Let $K$ be a field, $n$ a natural number. Suppose that $(e_i)_{i=1}^{n^2}$ is a $K$-basis of the matrix algebra $\mathbb{M}_n(K)$ (on which multiplication is defined in the usual manner). One does not know what these elements $e_i$ look like, but we do know the $n^6$ elements $(a_{i, j, k})_{i, j, k = 1}^{n^2}$ of $K$ such that $$ \forall i, j=1, \ldots, n^2 : e_i \cdot e_j = \sum_{k=1}^{n^2} a_{i, j, k}e_k . $$ One calls the $(a_{i, j, k})_{i, j, k=1}^{n^2}$ the structure constants of the basis. If $n > 1$ they do not uniquely determine the $e_i$: if $S \in \mathbb{M}_n(K)$ is invertible, then the basis of $\mathbb{M}_n(K)$ given by $(S^{-1}e_iS)_{i=1}^{n^2}$ has the same structure constants. By the Skolem-Noether Theorem, the converse also holds: if $(e_i')_{i=1}^{n^2}$ is another basis with the same structure constants, then we have for all $i$ that $e_i' = S^{-1}e_iS$ for some invertible $S \in \mathbb{M}_n(K)$.

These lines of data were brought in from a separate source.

/// Watch `dir`: measure each new photo once it is completely written, exactly once across
/// restarts (through `journal`). Zero-byte files are waited for (a writer may not have started).
/// Runs until `max_photos` or `idle_exit_s` says stop (forever when neither is given).
pub fn watch(
    dir: &Path,
    options: &RigOptions,
    watch: &WatchOptions,
    journal: &Journal,
    sink: &ResultSink,
    done: &(dyn Fn(&PhotoResult) -> Result<()> + Sync),
) -> Result<Vec<PhotoResult>> {
    if !(watch.poll_interval_s.is_finite() && watch.poll_interval_s > 0.0) {
        return Err(Error::setting(
            "--poll-interval",
            format!(
                "must be a positive number of seconds, got {}",
                watch.poll_interval_s
            ),
        ));
    }
    let poll = Duration::from_secs_f64(watch.poll_interval_s.min(3600.0));
    let mut seen: HashMap<PathBuf, (u64, Option<SystemTime>)> = HashMap::new();
    let mut results = Vec::new();
    let mut last_new = Instant::now();
    loop {
        let mut ready = Vec::new();
        for p in list_folder(dir)? {
            let name = journal_name(&p);
            if journal.is_done(&name) {
                continue;
            }
            // A file deleted between listing and looking is simply not there any more.
            let Ok(meta) = std::fs::metadata(&p) else {
                seen.remove(&p);
                continue;
            };
            let now = (meta.len(), meta.modified().ok());
            if now.0 > 0 && seen.get(&p) == Some(&now) {
                ready.push(p.clone());
            }
            seen.insert(p, now);
        }
        if let Some(max) = watch.max_photos {
            ready.truncate(max.saturating_sub(results.len()));
        }
        if !ready.is_empty() {
            last_new = Instant::now();
            let record = |r: &PhotoResult| -> Result<()> {
                journal.record(&journal_name(Path::new(&r.file)))?;
                done(r)
            };
            let batch = run_batch(&ready, options, sink, &record)?;
            for p in &ready {
                seen.remove(p);
            }
            results.extend(batch);
        }
        if watch.max_photos.is_some_and(|m| results.len() >= m) {
            return Ok(results);
        }
        if let Some(idle) = watch.idle_exit_s
            && last_new.elapsed().as_secs_f64() >= idle
        {
            return Ok(results);
        }
        std::thread::sleep(poll);
    }
}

It follows that norm and trace (even characteristic polynomial) of the $e_i$ are uniquely determined by these structure constants. But how to calculate them?
Yes, it's possible.
Let $M^{i,j}\in \mathbb{M}_n(K)$, where $1\leq i,j\leq n$, be the matrix which has $1$ at the intersection of $i$-th row and $j$-th column. Then if $B\in \mathbb{M}_n(K)$ is a matrix with entries $b_{k,l}$, then $B\cdot M^{i,j} = \sum_{k=1}^n b_{k,i}M^{k,j}$. It means that if we consider the linear operator $\text{ad}_B: \mathbb{M}_n(K)\to \mathbb{M}_n(K)$ given by $\text{ad}_B (X) = B\cdot X$, then in the basis $(M^{1,1}, M^{2,1}, \dots, M^{n,1}, M^{1,2}, \dots \dots, M^{n,n})$, the matrix of $\text{ad}_B$ is $n^2\times n^2$ matrix with $n$ copies of matrix $B$ along the main diagonal and zeros everywhere else. The trace of this matrix is $n~\text{tr }B$, the determinant is $(\det B)^n$, and the characteristic polynomial is the $n$-th power of the characteristic polynomial of $B$.

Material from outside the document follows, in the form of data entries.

//! Load: a photo file to a grey working image in full precision.
//!
//! Goes in: a JPEG, PNG or TIFF (8 or 16 bit, grey or colour, EXIF orientation applied). Comes out:
//! a [`Photo`] read as f32 luma values 0..1 at full precision: 8- and 16-bit grey samples are
//! kept exactly as decoded (no copy four times larger), colour is converted to f32 luma (Rec. 709
//! weights on the stored values; a YCbCr JPEG gives its stored luma plane directly, which its
//! encoder made with the Rec. 601 weights, and its chroma is never decoded). A photo can be
//! decimated to block means for the detection of large balls. Decoding limits refuse hostile
//! files (a header claiming 100000 x 100000 pixels) before any large allocation, naming the size
//! claimed and the limits.

use crate::error::{Error, Result};
use image::DynamicImage;
use rayon::prelude::*;
use std::path::{Path, PathBuf};

/// Limits on what the loader accepts.
#[derive(Debug, Clone, Copy, PartialEq)]
pub struct LoadOptions {
    /// Largest accepted width or height, pixels.
    pub max_side_px: u32,
    /// Largest accepted image area, megapixels.
    pub max_megapixels: f64,
    /// Largest allocation the decoder may make, bytes.
    pub max_alloc_bytes: u64,
}

impl Default for LoadOptions {
    fn default() -> Self {
        LoadOptions {
            max_side_px: 30_000,
            max_megapixels: 120.0,
            max_alloc_bytes: 1 << 30,
        }
    }
}

/// A grey working image.
#[derive(Debug, Clone)]
pub struct Photo {
    /// The file it came from.
    pub path: PathBuf,
    /// Width, pixels.
    pub width: usize,
    /// Height, pixels.
    pub height: usize,
    /// The luma samples, row-major, as decoded.
    samples: Samples,
}

/// Luma samples as the decoder gave them: 8 or 16 bit kept exactly (read as f32 0..1, so a
/// 24-megapixel JPEG is not copied into a four times larger buffer), or f32 when the luma was
/// computed (a colour photo's Rec. 709 weighted sum, a rendered image).
#[derive(Debug, Clone)]
enum Samples {
    U8(Vec<u8>),
    U16(Vec<u16>),
    F32(Vec<f32>),
}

This can be used to find traces and determinants of $e_i$. In the basis $(e_k)_{k=1}^{n^2}$, the matrix of $\text{ad}_{e_i}$ has entries $(\text{ad}_{e_i})_{j,k} = a_{i,k,j}$. Since trace, determinant and characteristic polynomial of an operator are basis-independent, the trace etc. of this matrix are related to the trace etc. of $e_i$ as described above. If the characteristic of $K$ does not divide $n$, then you can compute $\text{tr }e_i$ as $\frac1n\text{tr ad}_{e_i}$. If $K$ has no $n$-th roots of unity other than $1$, then you can compute $\text{det }e_i$ as $\sqrt[n]{\det\text{ad}_{e_i}}$. Otherwise, you can compute the characteristic polynomial of $e_i$ as the $n$-th root of the characteristic polynomial of $\text{ad}_{e_i}$ which is a monic polynomial, and then you can find the trace and determinant of $e_i$ from its characteristic polynomial.
The same approach works for any linear combination of $e_i$.